Once a Pharmaceutical manufacturing firm agrees to certain principles of quality manufacturing, they need to stick as per such Quality policies and procedures.
-Using alternate equipment in a standard approved manufacturing process is not allowed.The process which is not validated and using of non-qualified equipment or Equipment not fit for purpose or size of manufacturing is totally disagreed. This is a deviation if one agrees or not.
-If one manufactures the product in such conditions it should not be released. Stability is the last consideration of whole process.
This is the reason Stage 2 Process Validation as per latest FDA guidance is used to guide manufacturing companies What, Where, Why & How the equipment as well as Process should be Qualified and Verified to have a State of Control.

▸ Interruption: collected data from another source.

// Solves a thin half-wave dipole through lobe's libraries and prints its input impedance.
#include <cstdio>

#include "geometry/model_parser.hpp"
#include "post/frequency_result.hpp"
#include "solver/antenna_problem.hpp"

int main() {
  const lobe::Model model = lobe::parse_model(
      "wire d from (0,0,-0.2425) to (0,0,0.2425) radius 0.1 mm segments 41\nport p on d at middle\nfrequency 300 MHz\n",
      "dipole");
  const lobe::AntennaProblem problem(model);
  const lobe::FrequencyResult result = lobe::evaluate_frequency(problem, lobe::solve_frequency(problem, 300e6));
  const lobe::Complex z = result.ports.front().impedance;
  std::printf("%.3f %.3f\n", z.real(), z.imag());
  return 0;
}
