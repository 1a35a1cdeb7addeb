#include "geometry/model_parser.hpp"

#include "core/number_text.hpp"

#include <algorithm>
#include <cctype>
#include <cmath>
#include <map>
#include <set>
#include <sstream>
#include <unordered_map>

#include "core/constants.hpp"
#include "geometry/expression.hpp"

namespace lobe {
namespace {

constexpr int max_frequency_count = 10000;
constexpr long max_pattern_points = 1000000;
/// Far-field rows over all frequencies: beyond this the CSV alone passes several GB.
constexpr double max_pattern_rows = 5e7;

const std::set<std::string, std::less<>> statement_words = {
    "units", "let", "wire", "arc", "helix", "copy", "shift", "turn", "mirror", "port", "cut",
    "load", "line", "stub", "transformer", "conductor", "ground", "frequency", "reference", "band", "pattern", "plate", "sphere", "box", "mesh", "wave"};

std::string quoted(const Token& t) {
  return t.kind == TokenKind::end ? std::string("the end of the line") : "'" + t.text + "'";
}

std::string si_unit_text(const Dimension& d) {
  if (d.is_none()) return "";
  if (d == dimension::length) return "m";
  if (d == dimension::frequency) return "Hz";
  if (d == dimension::angle) return "rad";
  if (d == dimension::voltage) return "V";
  if (d == dimension::resistance) return "ohm";
  if (d == dimension::inductance) return "H";
  if (d == dimension::capacitance) return "F";
  if (d == dimension::conductivity) return "S/m";
  return unit_symbols(d);
}

/// Bounds on every length in a model, m (see ModelParser::length and positive_length).
constexpr Real largest_length = 1e5;
constexpr Real smallest_length = 1e-7;
/// The thinnest substrate, m (thin flexible laminates are 25 um and more).
constexpr Real thinnest_board = 10e-6;

/// Where a named object sits: in Model::wires or Model::surfaces, at `index`.
struct ObjectIndex {
  bool wire = true;
  std::size_t index = 0;
};
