/// Check a state matrix (n × k, one state per column) against the system.
pub(crate) fn check_states(sys: &System, states: ArrayView2<'_, f64>) -> Result<(), ControlError> {
    if states.nrows() != sys.n {
        return Err(ControlError::States(format!(
            "each state needs one value for each of {} nodes, found {}",
            sys.n,
            states.nrows()
        )));
    }
    if states.ncols() == 0 {
        return Err(ControlError::States("expected at least one state, found none".into()));
    }
    if let Some(((i, j), v)) = states.indexed_iter().find(|(_, v)| !v.is_finite()) {
        return Err(ControlError::States(format!(
            "expected finite values, found {v} at node {}, state {}",
            i + 1,
            j + 1
        )));
    }
    Ok(())
}

/// Minimum control energy of every ordered pair of the `k` states (columns
/// of the n × k matrix `states`): `E[i, j]` moves state `i` to state `j`
/// in the horizon `T`, diagonal included.
///
/// $$E_{ij} = (x_j − Φx_i)^\top W_T^{-1} (x_j − Φx_i) = x_j^\top M x_j − 2x_j^\top MΦx_i + x_i^\top Φ^\top MΦ x_i,$$
/// `M = W_T⁻¹`, `Φ = e^{ÃT}` (continuous) or `Ã^T` (discrete)
/// (Kirk 1970, Optimal Control Theory, §5; Gu et al. 2015, Nat. Commun. 6, 8414;
/// Betzel et al. 2016, Sci. Rep. 6, 30770).
///
/// All k² energies come from one factor `W̃ = LLᵀ` of the Gramian in a
/// working basis (the eigenbasis of Ã when it is symmetric) and k × k matrix
/// products: whitened states `a = L⁻¹X̃` and `b = L⁻¹Φ̃X̃` give
/// `E = 1‖a‖² − 2bᵀa + ‖b‖²1ᵀ`. Where that expansion cancels (E below 1e-6
/// of its terms) the entry is recomputed as `‖a_j − b_i‖²` from the same
/// whitened vectors, which costs O(n) and no solve. The route is chosen by
/// [`select_route`]; [`energy_matrix_by`] takes any route, for comparisons.
///
/// # Complexity
/// Eigenbasis route O(n²k + nk²) after the system's eigendecomposition;
/// factored route O(n²·16m) for the quadrature plus O(n³) per doubling
/// (`log₂(‖Ã‖T)` of them; `log₂ T` in discrete time) and the condition
/// number (singular values of the factor). Memory O(n² + 16nm + nk).
///
/// # Errors
/// [`ControlError::States`] for a wrong row count, no state or a non-finite
/// value; [`ControlError::RankDeficientGramian`],
/// [`ControlError::SingularGramian`] and [`ControlError::TerminalMiss`]
/// by the rule in the [module docs](crate::control::energy);
/// [`ControlError::EnergyOverflow`] when states so large that the energies
/// exceed `f64` would otherwise come back as infinities.
pub fn energy_matrix(
    sys: &System,
    states: ArrayView2<'_, f64>,
) -> Result<(Array2<f64>, EnergyInfo), ControlError> {
    energy_matrix_by(sys, states, select_route(sys))
}
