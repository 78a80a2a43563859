//! Regenerate `demo-data/`: the INVENTED "Larkspur Youth Imaging Pilot".
//!
//! Every value written by this program is invented for demonstration. The
//! cohort, its participants, the parcellation and the cortical sheet do not
//! exist. Research software: nothing here is for clinical decisions.
//!
//! ```text
//! cargo run --release --example make_demo            # writes demo-data/
//! cargo run --release --example make_demo -- OUTDIR  # writes elsewhere
//! ```
//!
//! The output is a pure function of [`SEED`] and the constants below: the
//! same build on the same platform reproduces every byte, and the program
//! writes `SHA256SUMS` (format of `sha256sum`, so `sha256sum -c` works) that
//! `tests/demo_data.rs` compares against. Matrix products are plain loops in
//! a fixed order (no BLAS, no runtime SIMD dispatch) so that the bits do not
//! depend on the CPU; `exp`, `ln`, `sin`, `cos` come from the platform's
//! maths library and may differ in the last bit on another platform.
//!
//! # Random streams
//! One ChaCha20 generator (`rand_chacha`) seeded with
//! `seed_from_u64(SEED)`, `SEED = 20261201`, and a separate stream
//! (`set_stream`) per part: stream 1 the atlas, stream 2 the cohort table,
//! stream `100 + s` participant `s` (1-based). A participant's data therefore
//! do not change when another participant's model changes.
//!
//! # Atlas (toy cortical sheet, 2 × 50 regions)
//! Each hemisphere is its own unit sphere carrying 50 points on a Fibonacci
//! lattice along the y axis: for k = 0..49, `u_y = 1 − (2k+1)/50`,
//! `r = √(1 − u_y²)`, `u_x = r cos(k·γ)`, `u_z = r sin(k·γ)` with the golden
//! angle γ = π(3 − √5). Region `L_Pkk` / `R_Pkk` is point k−1. The sheet in mm
//! is an ellipsoid per hemisphere, `x = s·(38 + 28 u_x)`, `y = 68 u_y`,
//! `z = 10 + 45 u_z`, with `s = −1` on the left and `+1` on the right, so the
//! medial walls lie 20 mm apart. `regions.tsv` stores the sphere coordinates
//! mirrored the same way (`sphere_x = s·u_x`), i.e. each hemisphere on its
//! own unit sphere centred at the origin, left lateral pointing to −x.
//!
//! # Hierarchy map
//! Sensory pole direction `p = normalise(0.35, −0.9, 0.25)` (posterior) on the
//! unmirrored sphere, the same in both hemispheres.
//! `h_i = (1 − u_i·p)/2 + Σ_{k=1}^{6} a_k exp(4 (u_i·c_k − 1))`, with per
//! hemisphere bump centres `c_k` uniform on the sphere and amplitudes
//! `a_k ~ N(0, 0.04²)`: a smooth gradient from the sensory pole (≈ 0) to the
//! association pole (≈ 1) plus a little smooth spatial noise. `h̃` is `h`
//! rescaled to [0, 1] over all 100 regions; the model below uses `h̃`.
//!
//! # Participants
//! 24 participants; ages stratified over [8, 23] years
//! (`8 + 15 (k + U(0,1))/24`, k = 0..23, rounded to 0.1 y) and shuffled over
//! `sub-01 … sub-24`; sex drawn `F`/`M` with probability ½. `a = (age − 8)/15`.
//!
//! # Connectome (streamline counts)
//! For i < j: `A_ij = A_ji ~ Poisson(λ_ij)`,
//! `λ_ij = N₀ · exp(−d_ij/η) · exp(β (h̃_i + h̃_j)) · ξ_i ξ_j · ε_ij`
//! with `d_ij` the Euclidean centroid distance (mm), `N₀ = 400`, `η = 18 mm`,
//! node factors `ln ξ_i ~ N(0, 0.1²)`, edge factors `ln ε_ij ~ N(0, 0.3²)`,
//! and the strength gradient `β = β₀ − β₁ a + N(0, 0.1²)`, `β₀ = 1.6`,
//! `β₁ = 1.0`. The diagonal is zero.
//!
//! Why this plants the control-energy asymmetry: for symmetric `A`, `B = I`
//! and `Ã = A/(1 + λ_max) − I`, the Gramian `W_T` and `Φ = e^{ÃT}` commute
//! with `Ã`, and `M − ΦMΦ = −2Ã` (`M = W_T⁻¹`; eigenvalue-wise
//! `m(1 − e^{2λT}) = −2λ` with `m = 2λ/(e^{2λT} − 1)`), so
//! `E_ij − E_ji = 2 (x_iᵀA x_i − x_jᵀA x_j)/(1 + λ_max)` for states of equal
//! size, whatever `T` (derived here; checked against `scipy.linalg.expm` in
//! `tests/reference/check_demo_effects.py`). With `β > 0`, bins higher on the
//! hierarchy have stronger within-bin wiring, so reaching them is cheap:
//! bottom-up transitions cost less than top-down ones, more so the farther
//! apart the bins, and less so as `β` falls with age.
//!
//! # Regional signals (frames × regions, TR = 2.0 s, 240 frames)
//! Intrinsic timescale `τ_i = (τ_lo + (τ_hi − τ_lo) h̃_i) (1 + α a h̃_i) e^{ζ}`,
//! `τ_lo = 2.5 s`, `τ_hi = 7.0 s`, `α = 0.15` (association timescales
//! lengthen mildly with age), `ζ ~ N(0, 0.05²)` per participant.
//! `φ_i = exp(−TR/τ_i)`. Latent state, with `Â = A/λ_max(A)`:
//! `z_t = diag(φ) z_{t−1} + κ Â z_{t−1} + diag(√(1 − φ_i²)) w_t`,
//! `w_t ~ N(0, I)`, `κ = 0.15`, 100 burn-in frames from `z = 0` discarded.
//! The spectral radius is below `max φ + κ < 1`, so the process is stable.
//!
//! Measured signal
//! `y_{t,i} = z_{t,i} + b_i g_t + Σ_k γ_ik m_{t,k} + art_{t,i} + σ_w e_{t,i}`:
//! * global fluctuation `g`: AR(1) with τ_g = 15 s, unit variance; loadings
//!   `b_i ~ U(0.5, 1.0)`;
//! * motion `m` (six parameters `trans_x/y/z` in mm, `rot_x/y/z` in rad):
//!   random walks from 0 with steps `N(0, σ_m²)`, `σ_m = 0.025 (1.6 − 0.6 a)
//!   e^{ν}` mm (`ν ~ N(0, 0.2²)`; rotations σ_m/50 rad); a frame is a spike
//!   with probability `p = min(0.15, (0.06 − 0.045 a) e^{ν'})`,
//!   `ν' ~ N(0, 0.3²)`, and then the steps are `N(0, 0.35²)` mm (0.35/50 rad);
//!   coupling `γ_ik ~ N(0, 0.4²)` per mm (rotations times 50 mm);
//! * artefact at each spike frame t: `art_{t,i} = c_i FD_t`,
//!   `art_{t+1,i} = 0.4 c_i FD_t`, `c_i ~ N(1.5, 0.5²)`;
//! * white measurement noise `σ_w = 0.5`.
//!
//! Confounds per frame: framewise displacement
//! `FD_t = Σ|Δtrans| + 50 mm · Σ|Δrot|` (Power et al. 2012, NeuroImage;
//! first frame `n/a`), `global_signal` = mean of `y_t` over regions, and the
//! six motion parameters. `participants.tsv` carries the mean FD over frames
//! 2..240.

use hierax::io::atomic::write_atomic;
use hierax::io::npy::write_npy_f64;
use hierax::io::table::{format_f64, write_json, Column, Table};
use ndarray::Array2;
use rand::{Rng, SeedableRng};
use rand_chacha::ChaCha20Rng;
use rand_distr::{Distribution, Normal, Poisson};
use sha2::{Digest, Sha256};
use std::error::Error;
use std::path::{Path, PathBuf};
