//! `hierax cohort run|merge|sbatch`: the whole job over a cohort of your own,
//! on one machine or as a SLURM array over shards, and the machinery
//! `hierax demo` shares with it.

use super::subject::{with_flag_names, JobOptions, StudyArgs};
use anyhow::{bail, Context};
use clap::{Args, Subcommand};
use hierax::cohort::merge::{gather, shard_log_name, ShardLog};
use hierax::cohort::run::parameters_marker;
use hierax::cohort::{
    finish_cohort, run_cohort, CovariateKind, Manifest, Patterns, RunLock, RunOptions, SharedInputs,
};
use hierax::export::folder::{claim_root, Marker};
use hierax::subject::{SubjectConfig, SubjectStatus, ValidSubjectConfig};
use indicatif::{ProgressBar, ProgressStyle};
use std::io::IsTerminal;
use std::path::{Path, PathBuf};
use std::process::ExitCode;
use std::sync::atomic::{AtomicUsize, Ordering};
use std::time::Instant;

/// The whole job over a cohort: run it (all of it, or one shard), merge
/// shards, or write a SLURM array job.
#[derive(Debug, Args)]
pub struct CohortArgs {
    #[command(subcommand)]
    action: CohortAction,
}

#[derive(Debug, Subcommand)]
enum CohortAction {
    #[command(allow_negative_numbers = true)]
    Run(Box<CohortRunArgs>),
    Merge(MergeArgs),
    #[command(allow_negative_numbers = true)]
    Sbatch(Box<SbatchArgs>),
}

/// Where the cohort is and what to run on it (shared by `run` and `sbatch`).
#[derive(Debug, Clone, Args)]
pub struct CohortSpec {
    /// Cohort folder holding participants.tsv (column participant_id = sub-<label>) and, with
    /// sessions, sub-<label>/sub-<label>_sessions.tsv (column session_id = ses-<label>).
    #[arg(long, value_name = "DIR")]
    data: PathBuf,

    /// Connectome path relative to --data; {subject}, {session} and {run} stand for the labels.
    #[arg(long, default_value = "sub-{subject}/sub-{subject}_connectome.csv", value_name = "PATTERN")]
    connectome_pattern: String,

    /// Series path relative to --data, with {subject} (and {session}, {run}).
    #[arg(long, default_value = "sub-{subject}/sub-{subject}_bold.npy", value_name = "PATTERN")]
    series_pattern: String,

    /// Confounds path relative to --data, with {subject} (and {session}, {run}); `none` for none.
    #[arg(long, default_value = "sub-{subject}/sub-{subject}_confounds.tsv", value_name = "PATTERN")]
    confounds_pattern: String,

    /// The run label {run} stands for in the patterns (e.g. 1 for run-1).
    #[arg(long, value_name = "LABEL")]
    run: Option<String>,

    #[command(flatten)]
    study: StudyArgs,

    /// Numeric covariates of the participants (or sessions) table entering the models.
    #[arg(long, value_delimiter = ',', default_value = "age", value_name = "COLUMNS")]
    covariates: Vec<String>,

    /// Categorical covariates (levels in treatment coding), e.g. sex.
    #[arg(long, value_delimiter = ',', value_name = "COLUMNS")]
    categorical: Vec<String>,

    #[command(flatten)]
    job: JobOptions,

    /// Output folder.
    #[arg(long, default_value = "hierax-cohort")]
    out: PathBuf,

    /// Worker threads for the whole run (default: one per core).
    #[arg(long, value_name = "N")]
    jobs: Option<usize>,
}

-It is not case of "How big that Deviation " is, but it is a case of "Why such Deviation " was carried out on a Equipment which were not qualified for the purpose?
When questions are raised by regulatory authorities you have no choice of disagreements as your batch reports completely deviate from Processing equipment.
Can alternate Process and alternate equipment be used which are not Validated & Verified?
In my opinion, deviation should be handled properly and CAPA should be initiated, finally inform to your customer about the deviation, if your customer agrees to buy your material then release the batch. Keep the records of your customer acceptance of your product.
When I see this discussion every one made their point and they are valid.
To sum this up let us divide the compliance issue here in to 2 main categories.
- A reactive compliance that is a Corrective action. This must be followed by real root cause analysis.
- A proactive compliance that is a Preventive action which helps to prevent occurrence of such Deviations such as OOT, OOS etc.
The basis of proactive compliance is a detailed evaluation study that is obtained with help of statistics, 5 why philosophy , Fish bone diagrams etc.
Usage of more than 3 tools would be beneficial.